§ **What you are asked to do**
Copy nothing but the lines below running from the line containing "const chain = chainToNpm();" through the line containing "kept, last first.", both end lines included.

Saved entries
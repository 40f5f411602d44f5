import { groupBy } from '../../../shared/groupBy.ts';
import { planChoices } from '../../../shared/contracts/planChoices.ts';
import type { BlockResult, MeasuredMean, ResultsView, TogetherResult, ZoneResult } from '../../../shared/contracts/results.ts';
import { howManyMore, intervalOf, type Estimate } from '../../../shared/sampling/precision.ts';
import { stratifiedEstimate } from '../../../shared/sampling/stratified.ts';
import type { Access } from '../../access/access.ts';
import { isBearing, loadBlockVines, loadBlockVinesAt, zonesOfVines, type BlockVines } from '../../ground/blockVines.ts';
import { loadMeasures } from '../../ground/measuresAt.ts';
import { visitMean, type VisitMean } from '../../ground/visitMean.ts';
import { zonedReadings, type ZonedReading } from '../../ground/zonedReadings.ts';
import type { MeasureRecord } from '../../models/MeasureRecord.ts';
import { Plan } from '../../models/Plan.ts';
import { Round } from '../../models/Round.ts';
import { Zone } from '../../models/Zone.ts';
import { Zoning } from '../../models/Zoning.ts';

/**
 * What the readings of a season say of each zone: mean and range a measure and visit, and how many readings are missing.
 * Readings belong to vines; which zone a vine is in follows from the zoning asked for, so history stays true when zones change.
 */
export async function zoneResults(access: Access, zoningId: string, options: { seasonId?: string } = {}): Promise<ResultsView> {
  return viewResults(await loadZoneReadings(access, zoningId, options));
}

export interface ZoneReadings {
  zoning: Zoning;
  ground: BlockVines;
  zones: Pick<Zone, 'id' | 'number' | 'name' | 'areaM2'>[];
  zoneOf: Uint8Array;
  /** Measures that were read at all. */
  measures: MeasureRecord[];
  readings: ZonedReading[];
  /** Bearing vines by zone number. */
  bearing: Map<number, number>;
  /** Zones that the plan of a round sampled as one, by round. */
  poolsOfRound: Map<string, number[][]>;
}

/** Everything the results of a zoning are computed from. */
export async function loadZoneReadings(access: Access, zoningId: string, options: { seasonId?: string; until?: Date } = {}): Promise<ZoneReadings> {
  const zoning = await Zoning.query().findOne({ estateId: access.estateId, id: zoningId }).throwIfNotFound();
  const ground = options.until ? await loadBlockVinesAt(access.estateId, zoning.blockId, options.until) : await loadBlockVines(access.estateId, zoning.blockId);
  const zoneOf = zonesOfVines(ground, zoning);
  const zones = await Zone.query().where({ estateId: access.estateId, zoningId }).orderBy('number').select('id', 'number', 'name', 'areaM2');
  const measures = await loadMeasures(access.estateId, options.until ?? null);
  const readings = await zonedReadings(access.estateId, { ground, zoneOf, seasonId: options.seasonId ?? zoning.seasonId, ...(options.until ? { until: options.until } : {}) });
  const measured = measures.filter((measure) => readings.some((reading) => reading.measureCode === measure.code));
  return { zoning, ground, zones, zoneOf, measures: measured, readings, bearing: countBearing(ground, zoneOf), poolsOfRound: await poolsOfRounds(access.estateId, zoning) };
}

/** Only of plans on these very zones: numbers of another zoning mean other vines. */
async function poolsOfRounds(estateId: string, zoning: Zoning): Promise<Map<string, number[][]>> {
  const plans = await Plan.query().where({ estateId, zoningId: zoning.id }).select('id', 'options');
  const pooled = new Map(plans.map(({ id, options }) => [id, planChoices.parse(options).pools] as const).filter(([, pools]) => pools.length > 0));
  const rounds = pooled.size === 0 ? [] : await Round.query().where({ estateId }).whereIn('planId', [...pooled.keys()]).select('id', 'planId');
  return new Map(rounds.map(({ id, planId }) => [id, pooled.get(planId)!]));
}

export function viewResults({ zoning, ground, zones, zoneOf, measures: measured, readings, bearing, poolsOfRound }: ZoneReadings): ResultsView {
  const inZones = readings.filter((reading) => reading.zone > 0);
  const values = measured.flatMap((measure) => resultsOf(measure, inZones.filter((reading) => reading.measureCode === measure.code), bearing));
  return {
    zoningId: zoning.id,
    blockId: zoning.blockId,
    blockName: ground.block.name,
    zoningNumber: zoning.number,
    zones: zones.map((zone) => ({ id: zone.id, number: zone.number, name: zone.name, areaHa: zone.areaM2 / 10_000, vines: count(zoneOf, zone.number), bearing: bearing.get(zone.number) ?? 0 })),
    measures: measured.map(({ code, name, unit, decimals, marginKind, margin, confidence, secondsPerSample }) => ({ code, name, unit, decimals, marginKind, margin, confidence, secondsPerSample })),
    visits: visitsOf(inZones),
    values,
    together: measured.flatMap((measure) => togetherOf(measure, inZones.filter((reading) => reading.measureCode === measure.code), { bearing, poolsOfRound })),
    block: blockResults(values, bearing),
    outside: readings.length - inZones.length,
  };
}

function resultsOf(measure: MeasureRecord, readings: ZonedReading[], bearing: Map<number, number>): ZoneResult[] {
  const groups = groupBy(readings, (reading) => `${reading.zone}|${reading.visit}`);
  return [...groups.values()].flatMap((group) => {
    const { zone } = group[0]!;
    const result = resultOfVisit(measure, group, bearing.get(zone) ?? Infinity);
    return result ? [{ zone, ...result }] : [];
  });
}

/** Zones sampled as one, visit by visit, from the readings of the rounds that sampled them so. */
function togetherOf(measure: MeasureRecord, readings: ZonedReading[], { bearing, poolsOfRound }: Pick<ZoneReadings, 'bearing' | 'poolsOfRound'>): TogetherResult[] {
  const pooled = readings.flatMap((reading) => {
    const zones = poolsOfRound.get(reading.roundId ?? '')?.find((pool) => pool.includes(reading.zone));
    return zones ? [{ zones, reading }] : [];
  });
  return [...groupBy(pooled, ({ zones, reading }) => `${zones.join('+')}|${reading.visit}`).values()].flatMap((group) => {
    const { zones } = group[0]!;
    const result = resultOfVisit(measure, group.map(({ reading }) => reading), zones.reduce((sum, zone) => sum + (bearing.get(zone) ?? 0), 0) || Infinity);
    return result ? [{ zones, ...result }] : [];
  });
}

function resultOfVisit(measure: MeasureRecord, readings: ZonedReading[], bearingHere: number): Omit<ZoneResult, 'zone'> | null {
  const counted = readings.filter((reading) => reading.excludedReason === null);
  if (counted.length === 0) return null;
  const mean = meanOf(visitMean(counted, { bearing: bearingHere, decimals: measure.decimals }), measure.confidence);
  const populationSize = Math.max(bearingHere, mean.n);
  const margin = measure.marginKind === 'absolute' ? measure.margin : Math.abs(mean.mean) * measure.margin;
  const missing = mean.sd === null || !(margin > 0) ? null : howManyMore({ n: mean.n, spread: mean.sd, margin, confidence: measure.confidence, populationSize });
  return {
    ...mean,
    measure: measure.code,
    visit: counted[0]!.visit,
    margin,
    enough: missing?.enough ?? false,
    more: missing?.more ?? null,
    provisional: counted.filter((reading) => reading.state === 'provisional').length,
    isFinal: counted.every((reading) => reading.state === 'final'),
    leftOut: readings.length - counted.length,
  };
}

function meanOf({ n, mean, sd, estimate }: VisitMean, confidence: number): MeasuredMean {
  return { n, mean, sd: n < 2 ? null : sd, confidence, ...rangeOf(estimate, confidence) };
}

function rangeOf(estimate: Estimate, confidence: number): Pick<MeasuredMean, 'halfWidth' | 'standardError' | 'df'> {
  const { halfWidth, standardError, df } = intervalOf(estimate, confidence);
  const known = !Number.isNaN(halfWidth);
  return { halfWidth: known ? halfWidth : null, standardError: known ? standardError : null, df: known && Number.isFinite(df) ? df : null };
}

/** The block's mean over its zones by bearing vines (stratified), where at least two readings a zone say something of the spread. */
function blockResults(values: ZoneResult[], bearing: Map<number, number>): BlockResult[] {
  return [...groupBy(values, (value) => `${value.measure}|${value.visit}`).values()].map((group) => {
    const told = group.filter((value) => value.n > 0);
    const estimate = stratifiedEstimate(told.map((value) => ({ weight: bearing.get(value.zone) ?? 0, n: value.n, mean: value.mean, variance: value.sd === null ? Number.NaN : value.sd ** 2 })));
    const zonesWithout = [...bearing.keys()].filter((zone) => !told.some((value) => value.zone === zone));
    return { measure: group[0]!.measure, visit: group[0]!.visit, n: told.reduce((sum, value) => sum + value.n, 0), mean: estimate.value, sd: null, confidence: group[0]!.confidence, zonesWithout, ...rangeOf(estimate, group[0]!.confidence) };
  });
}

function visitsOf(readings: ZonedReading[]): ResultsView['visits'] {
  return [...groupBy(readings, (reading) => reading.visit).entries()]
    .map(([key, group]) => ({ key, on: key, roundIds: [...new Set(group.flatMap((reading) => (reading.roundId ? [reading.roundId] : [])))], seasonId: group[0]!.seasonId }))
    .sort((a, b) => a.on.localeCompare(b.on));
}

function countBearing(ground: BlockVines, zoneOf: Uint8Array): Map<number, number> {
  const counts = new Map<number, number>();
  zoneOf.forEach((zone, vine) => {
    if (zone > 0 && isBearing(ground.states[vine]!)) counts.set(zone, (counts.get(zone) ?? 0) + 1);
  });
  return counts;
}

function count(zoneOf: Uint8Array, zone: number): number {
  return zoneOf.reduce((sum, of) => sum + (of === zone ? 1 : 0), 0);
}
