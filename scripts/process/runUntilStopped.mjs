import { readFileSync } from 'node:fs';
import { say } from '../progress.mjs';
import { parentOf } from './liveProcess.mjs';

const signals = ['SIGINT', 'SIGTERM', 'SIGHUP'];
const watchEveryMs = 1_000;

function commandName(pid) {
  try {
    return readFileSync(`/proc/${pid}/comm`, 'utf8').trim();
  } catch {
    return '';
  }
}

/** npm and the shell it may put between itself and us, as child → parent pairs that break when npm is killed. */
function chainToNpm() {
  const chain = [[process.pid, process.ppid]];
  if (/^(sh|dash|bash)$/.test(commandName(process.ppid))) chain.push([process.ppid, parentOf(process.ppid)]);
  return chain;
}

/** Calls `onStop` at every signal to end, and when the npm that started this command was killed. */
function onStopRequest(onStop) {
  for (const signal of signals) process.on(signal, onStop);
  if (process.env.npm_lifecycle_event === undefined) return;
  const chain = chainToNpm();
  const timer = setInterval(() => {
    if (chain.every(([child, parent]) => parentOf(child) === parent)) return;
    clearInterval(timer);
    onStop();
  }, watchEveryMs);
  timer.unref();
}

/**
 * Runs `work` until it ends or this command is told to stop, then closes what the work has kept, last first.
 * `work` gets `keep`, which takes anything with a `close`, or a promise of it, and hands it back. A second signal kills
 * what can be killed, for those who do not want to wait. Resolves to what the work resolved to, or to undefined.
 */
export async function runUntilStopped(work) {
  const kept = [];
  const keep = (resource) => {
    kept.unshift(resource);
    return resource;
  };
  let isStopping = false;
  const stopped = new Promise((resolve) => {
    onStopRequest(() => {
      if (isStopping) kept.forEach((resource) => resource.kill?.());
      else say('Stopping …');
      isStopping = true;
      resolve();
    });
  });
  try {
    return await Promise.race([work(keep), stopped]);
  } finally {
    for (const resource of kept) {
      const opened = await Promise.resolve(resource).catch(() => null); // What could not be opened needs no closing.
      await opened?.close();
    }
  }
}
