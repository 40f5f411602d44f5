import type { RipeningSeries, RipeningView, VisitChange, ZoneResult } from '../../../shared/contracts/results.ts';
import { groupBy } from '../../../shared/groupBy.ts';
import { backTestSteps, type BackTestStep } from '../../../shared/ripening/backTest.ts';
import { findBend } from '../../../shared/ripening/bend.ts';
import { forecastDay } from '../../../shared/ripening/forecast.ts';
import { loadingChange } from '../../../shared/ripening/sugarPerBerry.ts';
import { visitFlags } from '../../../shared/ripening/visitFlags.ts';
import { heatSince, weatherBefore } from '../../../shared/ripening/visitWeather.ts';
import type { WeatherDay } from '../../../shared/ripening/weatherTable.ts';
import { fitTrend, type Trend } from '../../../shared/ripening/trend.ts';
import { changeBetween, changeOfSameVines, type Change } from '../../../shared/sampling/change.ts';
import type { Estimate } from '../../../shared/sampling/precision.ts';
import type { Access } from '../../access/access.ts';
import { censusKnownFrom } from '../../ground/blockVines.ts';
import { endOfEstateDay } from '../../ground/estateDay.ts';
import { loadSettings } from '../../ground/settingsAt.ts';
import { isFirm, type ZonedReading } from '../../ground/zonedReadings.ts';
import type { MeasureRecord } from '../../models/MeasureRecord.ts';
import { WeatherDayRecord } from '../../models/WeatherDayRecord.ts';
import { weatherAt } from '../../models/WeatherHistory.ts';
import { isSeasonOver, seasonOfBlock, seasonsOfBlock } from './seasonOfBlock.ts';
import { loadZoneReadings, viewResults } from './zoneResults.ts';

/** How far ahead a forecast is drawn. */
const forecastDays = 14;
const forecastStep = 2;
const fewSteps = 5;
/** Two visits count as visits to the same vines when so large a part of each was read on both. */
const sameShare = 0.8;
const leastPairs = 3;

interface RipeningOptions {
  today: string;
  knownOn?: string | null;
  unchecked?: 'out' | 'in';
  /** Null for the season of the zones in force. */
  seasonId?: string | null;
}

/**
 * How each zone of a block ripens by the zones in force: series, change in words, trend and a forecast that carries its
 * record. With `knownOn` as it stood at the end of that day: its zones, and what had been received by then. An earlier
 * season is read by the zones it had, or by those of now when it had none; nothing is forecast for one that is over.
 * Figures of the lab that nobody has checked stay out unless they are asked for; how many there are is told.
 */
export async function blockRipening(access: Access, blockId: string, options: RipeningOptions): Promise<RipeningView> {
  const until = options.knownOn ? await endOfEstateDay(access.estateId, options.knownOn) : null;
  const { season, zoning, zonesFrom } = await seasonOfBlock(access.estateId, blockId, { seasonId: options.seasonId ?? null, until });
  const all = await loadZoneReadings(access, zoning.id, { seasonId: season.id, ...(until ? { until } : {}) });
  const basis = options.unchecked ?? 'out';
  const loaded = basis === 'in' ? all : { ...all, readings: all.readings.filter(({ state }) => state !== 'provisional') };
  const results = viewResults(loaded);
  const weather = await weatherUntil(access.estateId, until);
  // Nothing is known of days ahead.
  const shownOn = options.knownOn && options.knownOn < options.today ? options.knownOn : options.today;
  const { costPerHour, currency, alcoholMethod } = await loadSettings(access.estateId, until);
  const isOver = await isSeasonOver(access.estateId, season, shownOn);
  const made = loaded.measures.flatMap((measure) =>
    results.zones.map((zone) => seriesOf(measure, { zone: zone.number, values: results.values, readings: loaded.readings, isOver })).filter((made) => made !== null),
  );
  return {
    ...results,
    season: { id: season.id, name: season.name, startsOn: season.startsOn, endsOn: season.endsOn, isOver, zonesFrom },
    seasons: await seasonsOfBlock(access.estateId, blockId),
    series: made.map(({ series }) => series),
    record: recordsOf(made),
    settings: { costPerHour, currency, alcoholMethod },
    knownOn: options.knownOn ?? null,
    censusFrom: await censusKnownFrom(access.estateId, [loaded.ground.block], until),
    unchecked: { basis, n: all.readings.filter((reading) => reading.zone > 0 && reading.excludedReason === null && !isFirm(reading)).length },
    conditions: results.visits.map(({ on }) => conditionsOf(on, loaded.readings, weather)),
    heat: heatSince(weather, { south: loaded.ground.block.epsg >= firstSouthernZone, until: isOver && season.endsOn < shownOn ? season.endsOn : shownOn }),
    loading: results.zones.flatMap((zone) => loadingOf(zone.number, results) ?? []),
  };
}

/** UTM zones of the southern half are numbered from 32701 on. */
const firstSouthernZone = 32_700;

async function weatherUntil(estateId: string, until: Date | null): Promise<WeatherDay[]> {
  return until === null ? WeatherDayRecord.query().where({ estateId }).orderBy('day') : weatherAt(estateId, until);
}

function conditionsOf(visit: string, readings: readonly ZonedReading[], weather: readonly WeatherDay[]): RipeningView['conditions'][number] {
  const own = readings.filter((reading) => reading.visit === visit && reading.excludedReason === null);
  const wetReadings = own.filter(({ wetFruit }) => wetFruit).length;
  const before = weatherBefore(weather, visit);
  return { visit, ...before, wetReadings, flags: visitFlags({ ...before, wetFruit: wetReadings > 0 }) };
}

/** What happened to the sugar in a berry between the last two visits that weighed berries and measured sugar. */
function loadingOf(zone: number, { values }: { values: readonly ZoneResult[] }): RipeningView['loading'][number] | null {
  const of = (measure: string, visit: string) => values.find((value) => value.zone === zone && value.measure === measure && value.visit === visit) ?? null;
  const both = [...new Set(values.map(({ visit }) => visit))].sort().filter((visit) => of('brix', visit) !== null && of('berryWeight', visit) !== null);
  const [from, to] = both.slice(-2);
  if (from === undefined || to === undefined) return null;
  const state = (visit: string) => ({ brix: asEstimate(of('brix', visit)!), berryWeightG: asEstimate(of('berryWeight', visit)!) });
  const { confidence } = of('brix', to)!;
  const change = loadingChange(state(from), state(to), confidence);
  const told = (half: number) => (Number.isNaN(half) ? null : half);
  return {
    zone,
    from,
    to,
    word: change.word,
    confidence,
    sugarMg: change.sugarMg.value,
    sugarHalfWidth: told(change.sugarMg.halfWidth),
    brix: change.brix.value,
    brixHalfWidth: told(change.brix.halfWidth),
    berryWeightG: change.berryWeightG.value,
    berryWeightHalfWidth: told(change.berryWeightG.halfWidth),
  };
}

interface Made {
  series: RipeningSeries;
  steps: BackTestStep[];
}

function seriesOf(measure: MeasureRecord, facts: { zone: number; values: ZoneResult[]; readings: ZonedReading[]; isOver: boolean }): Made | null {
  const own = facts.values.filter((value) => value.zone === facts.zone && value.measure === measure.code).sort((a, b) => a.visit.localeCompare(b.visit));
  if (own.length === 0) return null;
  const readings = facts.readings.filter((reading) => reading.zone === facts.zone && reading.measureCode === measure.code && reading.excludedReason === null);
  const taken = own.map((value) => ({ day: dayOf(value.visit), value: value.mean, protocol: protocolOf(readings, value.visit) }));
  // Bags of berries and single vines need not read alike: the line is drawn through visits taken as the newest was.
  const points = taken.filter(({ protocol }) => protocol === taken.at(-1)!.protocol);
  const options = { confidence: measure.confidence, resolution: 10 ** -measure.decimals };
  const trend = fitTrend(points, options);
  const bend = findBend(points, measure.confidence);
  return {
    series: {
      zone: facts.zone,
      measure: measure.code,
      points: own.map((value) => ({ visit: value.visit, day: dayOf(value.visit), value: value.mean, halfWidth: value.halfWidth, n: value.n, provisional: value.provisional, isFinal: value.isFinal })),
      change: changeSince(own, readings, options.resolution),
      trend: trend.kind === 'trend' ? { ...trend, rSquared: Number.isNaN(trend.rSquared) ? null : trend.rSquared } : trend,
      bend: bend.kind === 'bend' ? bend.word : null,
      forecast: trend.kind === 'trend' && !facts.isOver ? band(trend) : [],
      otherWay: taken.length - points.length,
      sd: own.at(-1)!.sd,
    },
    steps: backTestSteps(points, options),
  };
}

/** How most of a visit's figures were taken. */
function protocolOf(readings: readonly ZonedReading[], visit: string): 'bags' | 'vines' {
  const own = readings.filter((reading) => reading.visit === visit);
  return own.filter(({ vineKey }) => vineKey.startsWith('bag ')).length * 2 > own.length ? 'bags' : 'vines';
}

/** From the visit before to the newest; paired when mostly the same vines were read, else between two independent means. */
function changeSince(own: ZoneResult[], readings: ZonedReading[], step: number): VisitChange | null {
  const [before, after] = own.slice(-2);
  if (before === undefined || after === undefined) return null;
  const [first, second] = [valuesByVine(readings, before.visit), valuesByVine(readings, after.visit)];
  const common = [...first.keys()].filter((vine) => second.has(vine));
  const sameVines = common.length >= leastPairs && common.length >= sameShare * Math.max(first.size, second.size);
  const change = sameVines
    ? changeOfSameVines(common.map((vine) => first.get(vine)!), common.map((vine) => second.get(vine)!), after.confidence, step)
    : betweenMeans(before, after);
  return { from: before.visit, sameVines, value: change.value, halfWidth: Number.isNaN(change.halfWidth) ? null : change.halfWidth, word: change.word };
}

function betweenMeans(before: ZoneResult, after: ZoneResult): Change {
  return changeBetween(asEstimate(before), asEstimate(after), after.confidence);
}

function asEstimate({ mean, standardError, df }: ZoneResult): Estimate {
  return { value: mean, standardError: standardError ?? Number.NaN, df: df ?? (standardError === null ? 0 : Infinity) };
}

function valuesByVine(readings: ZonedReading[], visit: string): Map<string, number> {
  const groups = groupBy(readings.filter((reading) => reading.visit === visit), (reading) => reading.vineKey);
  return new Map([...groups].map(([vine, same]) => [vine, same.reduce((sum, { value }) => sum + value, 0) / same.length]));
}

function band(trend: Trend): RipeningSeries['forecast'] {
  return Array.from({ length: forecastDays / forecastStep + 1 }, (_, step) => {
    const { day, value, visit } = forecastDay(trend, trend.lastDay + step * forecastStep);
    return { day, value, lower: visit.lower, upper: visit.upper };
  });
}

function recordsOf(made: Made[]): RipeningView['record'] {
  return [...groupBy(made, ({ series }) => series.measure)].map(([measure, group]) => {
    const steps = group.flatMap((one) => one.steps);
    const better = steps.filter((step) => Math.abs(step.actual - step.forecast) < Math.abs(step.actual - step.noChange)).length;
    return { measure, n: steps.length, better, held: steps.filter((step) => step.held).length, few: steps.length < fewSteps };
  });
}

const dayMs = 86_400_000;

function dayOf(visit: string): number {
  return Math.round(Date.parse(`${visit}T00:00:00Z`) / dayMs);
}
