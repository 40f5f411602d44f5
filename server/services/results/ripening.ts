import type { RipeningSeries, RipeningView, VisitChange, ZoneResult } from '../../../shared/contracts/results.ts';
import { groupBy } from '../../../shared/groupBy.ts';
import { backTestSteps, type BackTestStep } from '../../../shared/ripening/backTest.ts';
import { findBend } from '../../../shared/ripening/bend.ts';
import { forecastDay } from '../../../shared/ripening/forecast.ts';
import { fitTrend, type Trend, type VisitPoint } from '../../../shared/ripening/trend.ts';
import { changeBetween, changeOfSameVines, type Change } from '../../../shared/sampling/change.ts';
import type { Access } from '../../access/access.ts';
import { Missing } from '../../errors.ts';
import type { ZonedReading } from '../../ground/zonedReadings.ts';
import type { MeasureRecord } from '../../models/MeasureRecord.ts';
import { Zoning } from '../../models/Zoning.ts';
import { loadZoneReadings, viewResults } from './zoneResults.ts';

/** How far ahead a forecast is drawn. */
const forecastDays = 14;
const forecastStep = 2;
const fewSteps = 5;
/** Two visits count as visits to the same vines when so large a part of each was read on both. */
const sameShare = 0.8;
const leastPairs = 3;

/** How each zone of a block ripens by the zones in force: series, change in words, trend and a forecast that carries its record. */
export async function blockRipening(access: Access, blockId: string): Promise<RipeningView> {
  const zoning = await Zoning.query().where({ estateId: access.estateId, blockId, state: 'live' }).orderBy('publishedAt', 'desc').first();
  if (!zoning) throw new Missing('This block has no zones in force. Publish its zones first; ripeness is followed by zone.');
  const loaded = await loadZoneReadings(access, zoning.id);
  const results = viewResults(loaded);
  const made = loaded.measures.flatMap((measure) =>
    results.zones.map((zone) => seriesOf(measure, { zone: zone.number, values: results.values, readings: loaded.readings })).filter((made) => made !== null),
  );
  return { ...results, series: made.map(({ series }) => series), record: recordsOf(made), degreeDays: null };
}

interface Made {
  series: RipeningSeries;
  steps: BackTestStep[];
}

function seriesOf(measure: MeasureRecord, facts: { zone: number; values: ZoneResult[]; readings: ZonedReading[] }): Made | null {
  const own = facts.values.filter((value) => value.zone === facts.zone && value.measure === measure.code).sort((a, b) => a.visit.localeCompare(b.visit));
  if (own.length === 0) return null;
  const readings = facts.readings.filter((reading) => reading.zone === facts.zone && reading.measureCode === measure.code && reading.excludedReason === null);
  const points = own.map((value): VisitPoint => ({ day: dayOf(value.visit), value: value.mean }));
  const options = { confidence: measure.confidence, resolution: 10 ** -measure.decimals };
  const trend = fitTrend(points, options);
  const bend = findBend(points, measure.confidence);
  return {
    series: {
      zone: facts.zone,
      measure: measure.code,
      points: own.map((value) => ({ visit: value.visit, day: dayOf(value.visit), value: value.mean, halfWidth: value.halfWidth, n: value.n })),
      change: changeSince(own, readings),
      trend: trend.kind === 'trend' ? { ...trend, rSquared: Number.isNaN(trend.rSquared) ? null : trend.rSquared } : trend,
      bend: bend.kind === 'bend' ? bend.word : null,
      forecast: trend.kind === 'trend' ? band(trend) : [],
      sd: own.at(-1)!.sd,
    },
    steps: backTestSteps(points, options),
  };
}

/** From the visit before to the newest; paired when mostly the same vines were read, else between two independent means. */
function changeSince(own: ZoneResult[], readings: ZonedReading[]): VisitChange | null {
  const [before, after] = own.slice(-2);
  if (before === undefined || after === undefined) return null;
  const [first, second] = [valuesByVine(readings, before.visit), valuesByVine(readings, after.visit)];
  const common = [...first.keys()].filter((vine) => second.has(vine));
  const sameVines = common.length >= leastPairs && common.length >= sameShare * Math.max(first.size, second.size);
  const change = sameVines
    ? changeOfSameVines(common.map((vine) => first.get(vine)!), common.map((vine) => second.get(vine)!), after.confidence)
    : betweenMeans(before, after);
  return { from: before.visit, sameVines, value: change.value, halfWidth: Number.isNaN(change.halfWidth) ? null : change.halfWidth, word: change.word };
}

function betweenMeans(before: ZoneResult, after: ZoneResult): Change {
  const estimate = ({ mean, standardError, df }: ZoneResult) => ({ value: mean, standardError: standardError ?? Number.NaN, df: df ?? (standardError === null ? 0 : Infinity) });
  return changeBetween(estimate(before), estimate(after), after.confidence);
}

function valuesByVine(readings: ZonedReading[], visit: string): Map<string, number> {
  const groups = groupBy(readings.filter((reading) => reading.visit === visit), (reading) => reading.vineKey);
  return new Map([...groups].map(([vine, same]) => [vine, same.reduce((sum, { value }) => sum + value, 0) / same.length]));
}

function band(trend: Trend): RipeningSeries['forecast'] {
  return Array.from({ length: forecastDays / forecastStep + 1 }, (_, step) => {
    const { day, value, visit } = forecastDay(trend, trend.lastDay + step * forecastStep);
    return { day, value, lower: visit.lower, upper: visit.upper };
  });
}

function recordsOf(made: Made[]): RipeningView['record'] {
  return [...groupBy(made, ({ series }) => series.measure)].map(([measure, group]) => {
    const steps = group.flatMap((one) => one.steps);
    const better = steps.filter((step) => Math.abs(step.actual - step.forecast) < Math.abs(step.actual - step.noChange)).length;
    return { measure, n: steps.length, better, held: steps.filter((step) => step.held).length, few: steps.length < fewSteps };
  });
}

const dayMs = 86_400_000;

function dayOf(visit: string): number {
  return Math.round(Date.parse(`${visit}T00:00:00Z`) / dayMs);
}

§ **Solution for this task**
  const chain = chainToNpm();
  const timer = setInterval(() => {
    if (chain.every(([child, parent]) => parentOf(child) === parent)) return;
    clearInterval(timer);
    onStop();
  }, watchEveryMs);
  timer.unref();
}

/**
 * Runs `work` until it ends or this command is told to stop, then closes what the work has kept, last first.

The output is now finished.